I just want to say for the record I am dissappointed at the lack of traffic my Rudy, baseball, and politics post has gotten. C’mon, people. That’s some of my best work.
Well, let me say this about that. One of the things Rudy did as mayor which I did not like … nor did my barber by the way … was to go along with a proposal to publicly fund a new stadiunm for Steinbrenner and the Yankees. About the only thing his successor has done (Bloomberg) that I care for is to tell Steinbrenner that NYC does not have the money for such frivolity and if the Yankees want a new stadium the Yankees can damn well pay for it. I know this issue is somewhat more complex than meets the eye but, bottom line, I come out where Bloomberg came out. After all, how likely is it that the Yankees would would move out of the city if they had to pay for their own stadium? If they did, someone else would be happy to move in to fill the hole. So, all in all, Guliani’s love of baseball, if it exists, means nothing to me. In fact, its a strike against him because it puts im squarely on the side of tax and spend and in alliance with those who would take money from the have nots and give it to the haves just as is being done in the recent eminent domain cases sanctioned (narrowly) be the Supreme Court. So, as far as I am concerned, you should not be too unhappy that you haven’t gotten many comments on your piece because they culd well sound like this one.

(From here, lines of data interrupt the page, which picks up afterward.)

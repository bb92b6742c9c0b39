//! Checks that the piecewise and Ebers–Moll stage models agree, that NPN and PNP mirror exactly, and that worst cases never beat nominal.

use std::sync::OnceLock;

use flipwright::design_file::{DesignFile, DeviceChoice};
use flipwright::device::Polarity;
use flipwright::stage::analysis::{analyse, StageReport};
use flipwright::stage::synthesis::synthesise;
use flipwright::stage::{BiasScheme, StageDesign, StageInput};

/// Synthesises values for a requirements-only input and returns the validated design.
pub(crate) fn synthesised(input: &StageInput, what: &str) -> StageDesign {
    let outcome = synthesise(input).unwrap_or_else(|e| panic!("{what}: synthesis failed: {e}"));
    let mut complete = input.clone();
    complete.values = outcome.values;
    StageDesign::new(complete).unwrap_or_else(|e| panic!("{what}: synthesised values invalid: {e:?}"))
}

/// The shipped demo (9 V, fixed bias, silicon NPN archetype) with synthesised values.
pub(crate) fn demo_design() -> &'static StageDesign {
    static DESIGN: OnceLock<StageDesign> = OnceLock::new();
    DESIGN.get_or_init(|| {
        let input = DesignFile::demo().synthesis_input().expect("demo has valid requirements");
        synthesised(&input, "demo")
    })
}

fn demo_report() -> &'static StageReport {
    static REPORT: OnceLock<StageReport> = OnceLock::new();
    REPORT.get_or_init(|| analyse(demo_design()).expect("demo analyses"))
}

/// The demo's requirements with self bias from the single 9 V supply, with values designed by
/// hand with the handbook steps (IC 4 mA, emitter at about 1.2 V: RE 270 Ω, RC 1.8 kΩ,
/// divider current IC/10: R2 4.7 kΩ, overdrive 2 at hFE(min) 40: R1 10 kΩ, E24). Synthesis
/// of the same requirements takes about 18 s in a debug build (588 candidates, each with a
/// full worst-case search), too slow for this suite.
fn self_bias_design() -> StageDesign {
    let mut file = DesignFile::demo();
    file.requirements.bias = BiasScheme::SelfBias;
    file.supplies.bias_supply_v = 0.0;
    let mut input = file.synthesis_input().expect("valid requirements");
    input.values = flipwright::stage::StageValues {
        bias: BiasScheme::SelfBias,
        collector_resistor_ohm: 1.8e3,
        cross_resistor_ohm: 10e3,
        base_resistor_ohm: 4.7e3,
        emitter_resistor_ohm: 270.0,
        emitter_bypass_capacitor_f: 1e-6,
        commutating_capacitor_f: 47e-12,
        trigger: None,
    };
    StageDesign::new(input).unwrap_or_else(|e| panic!("hand-designed self-bias stage invalid: {e:?}"))
}

/// A germanium PNP board: the alloy-junction archetype with point-contact steering diodes,
/// −9 V supply with +3 V bias rail, 0–45 °C, 10 kHz.
pub(crate) fn germanium_design() -> StageDesign {
    let mut file = DesignFile::demo();
    file.transistor = DeviceChoice::Archetype("ge-pnp-alloy-15v".to_string());
    file.diode = DeviceChoice::Archetype("ge-point-contact-diode".to_string());
    file.supplies.collector_supply_v = 9.0;
    file.supplies.bias_supply_v = 3.0;
    file.conditions.t_max_c = 45.0;
    file.requirements.toggle_rate_hz = 10e3;
    file.requirements.collector_current_a = Some(3e-3);
    file.loads = [flipwright::stage::Load::None, flipwright::stage::Load::None];
    synthesised(&file.synthesis_input().expect("valid requirements"), "germanium PNP")
}

#[test]
fn demo_has_both_exact_states() {
    let report = demo_report();
    assert_eq!(report.exact_states.len(), 2);
    for (index, state) in report.exact_states.iter().enumerate() {
        let state = state.as_ref().unwrap_or_else(|e| panic!("exact state {index} not found: {e}"));
        assert_eq!(state.on_side, index);
        // Saturated: the ON transistor's IC/IB is below its βF (hFE typ 120 at 25 °C), and
        // the OFF one carries only leakage (the archetype's ICBO is 50 nA).
        assert!(
            state.on_forced_gain > 0.0 && state.on_forced_gain < 120.0,
            "forced gain {}",
            state.on_forced_gain
        );
        let off = 1 - index;
        assert!(
            state.collector_current_a[off].abs() < 1e-6,
            "OFF collector current {}",
            state.collector_current_a[off]
        );
    }
}

#[test]
fn piecewise_and_ebers_moll_states_agree_on_the_demo() {
    // The piecewise model holds the ON base at the datasheet VBE(sat) (0.75 V at IC/IB = 10);
    // the Ebers–Moll model, fitted to that point, sits where the circuit's own forced gain
    // puts it (about 10–12 here): ln of the drive ratio times VT plus the fit's neglected
    // terms is tens of mV. 60 mV bounds that and still catches a wrong state (a node off by
    // a junction drop, 0.3 V or more). IC is set by RC and the supply, which both models
    // share: 2 % covers the tens of mV of VCE(sat) difference over about 8.9 V across RC.
    let report = demo_report();
    assert_eq!(report.agreement.len(), 2);
    for (index, agreement) in report.agreement.iter().enumerate() {
        let a = agreement.unwrap_or_else(|| panic!("state {index}: no exact solution to compare"));
        assert!(
            a.max_node_difference_v < 0.060,
            "state {index}: node voltages differ by {} V",
            a.max_node_difference_v
        );
        assert!(
            a.collector_current_relative.abs() < 0.02,
            "state {index}: IC differs by {:+.3} %",
            100.0 * a.collector_current_relative
        );
    }
}

/// The same design with the transistor's polarity flipped.
fn mirrored(design: &StageDesign) -> StageDesign {
    let mut input = design.input().clone();
    input.transistor.polarity = match input.transistor.polarity {
        Polarity::Npn => Polarity::Pnp,
        Polarity::Pnp => Polarity::Npn,
    };
    StageDesign::new(input).expect("mirror is valid")
}

fn assert_negated<N: AsRef<str> + std::fmt::Debug>(a: &[(N, f64)], b: &[(N, f64)], what: &str) {
    assert_eq!(a.len(), b.len(), "{what}: lengths");
    for ((name_a, va), (name_b, vb)) in a.iter().zip(b) {
        assert_eq!(name_a.as_ref(), name_b.as_ref(), "{what}: names");
        assert_eq!(*va, -*vb, "{what}: {name_a:?}");
    }
}

#[test]
fn npn_and_pnp_stages_mirror_exactly() {
    // Circuit symmetry (every PNP voltage and current is the NPN one negated; common
    // practice, e.g. Millman & Taub's treatment of complementary circuits). Exact equality:
    // the negation of an f64 is exact, so any difference is a modelling asymmetry.
    let npn = demo_report();
    let pnp = analyse(&mirrored(demo_design())).expect("PNP mirror analyses");
    assert_eq!(npn.polarity_sign, 1.0);
    assert_eq!(pnp.polarity_sign, -1.0);
    for (a, b) in npn.handbook_states.iter().zip(&pnp.handbook_states) {
        assert_negated(&a.node_voltages, &b.node_voltages, "handbook node voltages");
        assert_negated(&a.branch_currents, &b.branch_currents, "handbook branch currents");
        assert_eq!(a.on_collector_current_a, -b.on_collector_current_a);
        assert_eq!(a.on_base_current_a, -b.on_base_current_a);
        assert_eq!(a.output_swing_v, -b.output_swing_v);
        // Ratios and margins are polarity-free.
        assert_eq!(a.overdrive, b.overdrive);
        assert_eq!(a.cutoff_margin_v, b.cutoff_margin_v);
    }
    for (a, b) in npn.exact_states.iter().zip(&pnp.exact_states) {
        let (a, b) = (a.as_ref().expect("NPN exact"), b.as_ref().expect("PNP exact"));
        assert_negated(&a.node_voltages, &b.node_voltages, "exact node voltages");
        assert_eq!(a.collector_current_a, [-b.collector_current_a[0], -b.collector_current_a[1]]);
        assert_eq!(a.on_forced_gain, b.on_forced_gain);
    }
    assert_eq!(npn.margins.len(), pnp.margins.len());
    for (a, b) in npn.margins.iter().zip(&pnp.margins) {
        assert_eq!(a.kind, b.kind);
        assert_eq!(
            (a.nominal, a.worst, a.required, a.pass),
            (b.nominal, b.worst, b.required, b.pass),
            "{}",
            a.title
        );
    }
}

fn check_worst_not_better(design: &StageDesign, what: &str) {
    let report = analyse(design).unwrap_or_else(|e| panic!("{what}: analysis failed: {e}"));
    assert!(report.margins.len() >= 9, "{what}: only {} margins", report.margins.len());
    // Definition of a worst case: the least favourable value over a set that includes the
    // nominal point can never beat the nominal value (larger is better for every margin).
    for m in &report.margins {
        assert!(
            m.worst.is_finite() && m.nominal.is_finite(),
            "{what}: {} is not finite ({} / {})",
            m.title,
            m.nominal,
            m.worst
        );
        assert!(m.worst <= m.nominal, "{what}: {} worst {} beats nominal {}", m.title, m.worst, m.nominal);
    }
    for wc in &report.worst_case.margins {
        assert!(
            wc.worst <= wc.nominal,
            "{what}: search for {:?} returned {} above nominal {}",
            wc.kind,
            wc.worst,
            wc.nominal
        );
    }
}

#[test]
fn worst_case_is_never_better_than_nominal_on_the_demo() {
    check_worst_not_better(demo_design(), "demo");
}

#[test]
fn worst_case_is_never_better_than_nominal_in_self_bias() {
    check_worst_not_better(&self_bias_design(), "self-bias demo");
}

#[test]
fn worst_case_is_never_better_than_nominal_for_germanium_pnp() {
    check_worst_not_better(&germanium_design(), "germanium PNP");
}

As we’ve discussed off line, the primary point of the post is that baseball is the sport of politics, and as such Giuliani is the clear choice for president.
Now, as a tangent, you may imply his fanhood of the Yankees made him a credulous consumer of all those specious studies that claim sports stadiums and arts centers generate lots of money for urban areas. Nevertheless, though, I do depart from conservative fundamentalism a bit on this subject. Personally, I think our major metropolitan areas serve valuably as magnets for culture and the source of regional identity and pride.
Given this, I think occasional subsidies for the arts, and even sports stadia, are appropriate. It may be irrational, but sports teams enhance social identity and community. This should be supported. And as for arts organizations, a look at most of the movies that make the most money will indicate that an unfettered market can lead us to a cultural lowest common denominator.
This can be mitigated through government support. Of course, I do think, in both cases, this means the government ought to be able to twist some arms as a result. If the municpality helps finance these things a certain amount of civic-minded influence should not be feared, or unexpected.